I would love to be in the place of being that guy. I don't know if I will ever get there, but that's what I am shooting for. I'm aiming for the day that I can stop in the middle of a song and say, “Hey, I'm feeling insecure” or “I can't breathe right now.” I think [I’m] moving toward vulnerability constantly, especially in my own songwriting, but I still have a long way to go.

CMC: Looking back, were there ever any moments to let the “cat out of the bag” at one of those shows that you felt that way?

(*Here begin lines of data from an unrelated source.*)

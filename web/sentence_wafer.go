package web

import (
	"math"

	"epitally/analytics/quantity"
	"epitally/analytics/uniformity"
)

// WaferFound is what the first sentence of a wafer rests on.
type WaferFound struct {
	Wafer    string
	Measured bool
	Quantity quantity.Quantity   // the one the sentence is about
	Summary  *uniformity.Summary // nil: no summary is stored
	Target   float64             // NaN: none is known
	// Yield under a specification; Spec "" = none applies.
	Spec, SpecHref    string // "harbour-blue v3"
	Good, Denominator int
	OverLayout        bool
	Loss              Loss
	QuantityHref      string // to the map of Quantity
	BinsHref          string // to the map of bins
	Basis             string
}

// Loss is the largest group of dies that cannot be sold.
type Loss struct {
	Name  string // reject reason or bin
	Class string // class word; "" = nothing is lost; "unmeasured" = layout dies that the measurement has not
	Dies  int
	Place string // "in the outer 12 mm"; "" = no place stands out
}

// WaferSentence tells where a wafer sits and how much of it sells, or which of
// the two cannot be told and why.
func WaferSentence(f WaferFound) Sentence {
	s := Sentence{Basis: f.Basis}
	s.say("Wafer ")
	s.stress(f.Wafer, "")
	if !f.Measured {
		s.say(" is ")
		s.stress("unmeasured", "")
		s.say(": where it sits and what of it sells cannot be told until a file with its dies is loaded.")
		return s
	}
	f.sayPosition(&s)
	s.say("; ")
	f.sayYield(&s)
	s.say(".")
	return s
}

func (f WaferFound) sayPosition(s *Sentence) {
	q := f.Quantity
	decimals := max(Decimals(q.Resolution)-1, 0)
	label := lowerFirst(q.Label)
	if q.Name == "" {
		s.say(": where it sits cannot be told, since its figures are still being made")
		return
	}
	if f.Summary == nil || f.Summary.N == 0 || math.IsNaN(f.Summary.Median) {
		s.say(": where it sits cannot be told, since no die has a value of " + label)
		return
	}
	off := f.Summary.Median - f.Target
	if code, n, ok := commonest(f.Summary.Histogram); ok && q.Scale == quantity.Category {
		s.say(" has ")
		s.stress(Percent(n, f.Summary.N), f.QuantityHref)
		s.say(" of its " + Count(f.Summary.N) + " dies in " + label + " " + Number(code, 0))
		return
	}
	if math.IsNaN(off) || q.Scale != quantity.Deviation {
		s.say(" has a median " + label + " of ")
		s.stress(With(f.Summary.Median, decimals, q.Unit), f.QuantityHref)
		if q.Scale == quantity.Deviation {
			s.say(" and no target to hold it against")
		}
		return
	}
	target := With(f.Target, decimals, q.Unit) + " target"
	amount := With(math.Abs(off), decimals, q.Unit)
	switch {
	case Number(off, decimals) == Number(0, decimals):
		s.say(" sits ")
		s.stress("on its "+target, f.QuantityHref)
		s.say(" in " + label)
	case off > 0:
		s.say(" sits ")
		s.stress(amount+" long", f.QuantityHref)
		s.say(" of its " + target)
	default:
		s.say(" sits ")
		s.stress(amount+" short", f.QuantityHref)
		s.say(" of its " + target)
	}
}

// commonest is the code that most dies of a category have; ok is false when the
// histogram's cells hold more than one code.
func commonest(h uniformity.Histogram) (code float64, n int, ok bool) {
	for i, count := range h.Counts {
		if count > n {
			// A cell of one code may begin at it or half a step before it.
			code, n = math.Ceil(h.Low+float64(i)*h.Width), count
		}
	}
	return code, n, h.Width == 1 && n > 0
}

func (f WaferFound) sayYield(s *Sentence) {
	switch {
	case f.Spec == "":
		s.say("how much of it sells cannot be told, since no specification applies to it")
		return
	case f.Denominator == 0:
		s.say("how much of it sells under ")
		s.Parts = append(s.Parts, Part{Text: f.Spec, Em: true, Href: f.SpecHref})
		s.say(" cannot be told, since there are no dies to count")
		return
	}
	s.stress(Percent(f.Good, f.Denominator), f.BinsHref)
	over := " measured dies sell under "
	if f.OverLayout {
		over = " dies sell under "
	}
	s.say(" of " + Count(f.Denominator) + over)
	s.Parts = append(s.Parts, Part{Text: f.Spec, Em: true, Href: f.SpecHref})
	if f.Loss.Class == "" || f.Loss.Dies == 0 {
		return
	}
	s.say(", ")
	s.stress(Percent(f.Loss.Dies, f.Denominator), f.BinsHref)
	switch f.Loss.Class {
	case "unmeasured":
		s.say(" were not measured")
	case "untested":
		s.say(" lack a value that it needs")
	case "unsellable":
		s.say(" fall in " + f.Loss.Name + ", which is not sold")
	default:
		s.say(" are rejected: " + f.Loss.Name)
	}
	if f.Loss.Place != "" {
		s.say(", mostly " + f.Loss.Place)
	}
}

func lowerFirst(s string) string {
	// Abbreviations (CIE x) keep their capitals.
	if len(s) > 1 && s[1] >= 'A' && s[1] <= 'Z' {
		return s
	}
	if s == "" {
		return s
	}
	return string(s[0]|0x20) + s[1:]
}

Bebo: I was absolutely tempted to do that. In those moments—and this is the craziness of it—I didn't know how to literally do the next song. Honestly, I was struggling so much that I didn't know how to play a song. It was beautiful in the sense that I literally had to pray constantly in the middle of a song to get through it. I know that sounds crazy, but that's literally where I was internally. But what stopped me from saying anything was my insecurity. That's always what stops me. I think that's what stops all of us. I've always wanted to be in control, and I was not in control. So this has been a huge struggle, yet beautiful in a way.

CMC: Can you tell us about this new song, "Britney?" It seems...

Bebo: [Laughs] I get it, man. Who writes a song about Britney Spears, right? I totally get it. It's an odd thing. I feel very proud to have written this song, and this is why: I really struggled with this song when I wrote it. I was up really late one night, and a news story came on where she was being taken out on a stretcher from her home to a mental hospital, I think. It's a tragic story, but the thing that shamed me was my first response. My gut response was to scoff about it: “Is this another story of Hollywood excess or whatever?” But there was one moment where they zoomed in on her face, and this look paralyzed me. It was of complete confusion or brokenness and being completely gone. This is from a girl who had every accolade the world could throw at her.

I remember being frozen in that moment and, for the first time, having compassion on her. And it's because the look on her face was one I recognized. I've had that face at the dark moments of my life. The response I can imagine Jesus giving to me in that moment is not one of condemnation, but one of “Hey, I'm sorry [about] what this world has done to you, and I'm here.” What we are telling young girls these days is a lie, and this was the first moment I recognized that. So maybe I saw her through the eyes of Jesus for the first time. So that's why I wrote it.

So I sat down in my study that night, and I wrote a 15-minute song, apologizing for everything I could think of. We had to narrow it down to a normal sized song, but I didn't play it for anyone for three months. Again, who writes a song about Britney Spears? Finally, literally the day before we went in to track the record, my friend who produced the record convinced me to play it. I did, and he said that he felt it belonged on the album. We recorded it the next day, and that's been the process.

That's one of those moments that we were talking about. Putting that on the record was one of those moments where I had to say, “I can't care how people might respond to a song about Britney Spears. I have to say what I feel called to say. However they respond to it is OK.” I feel proud to have gotten to be a part of this.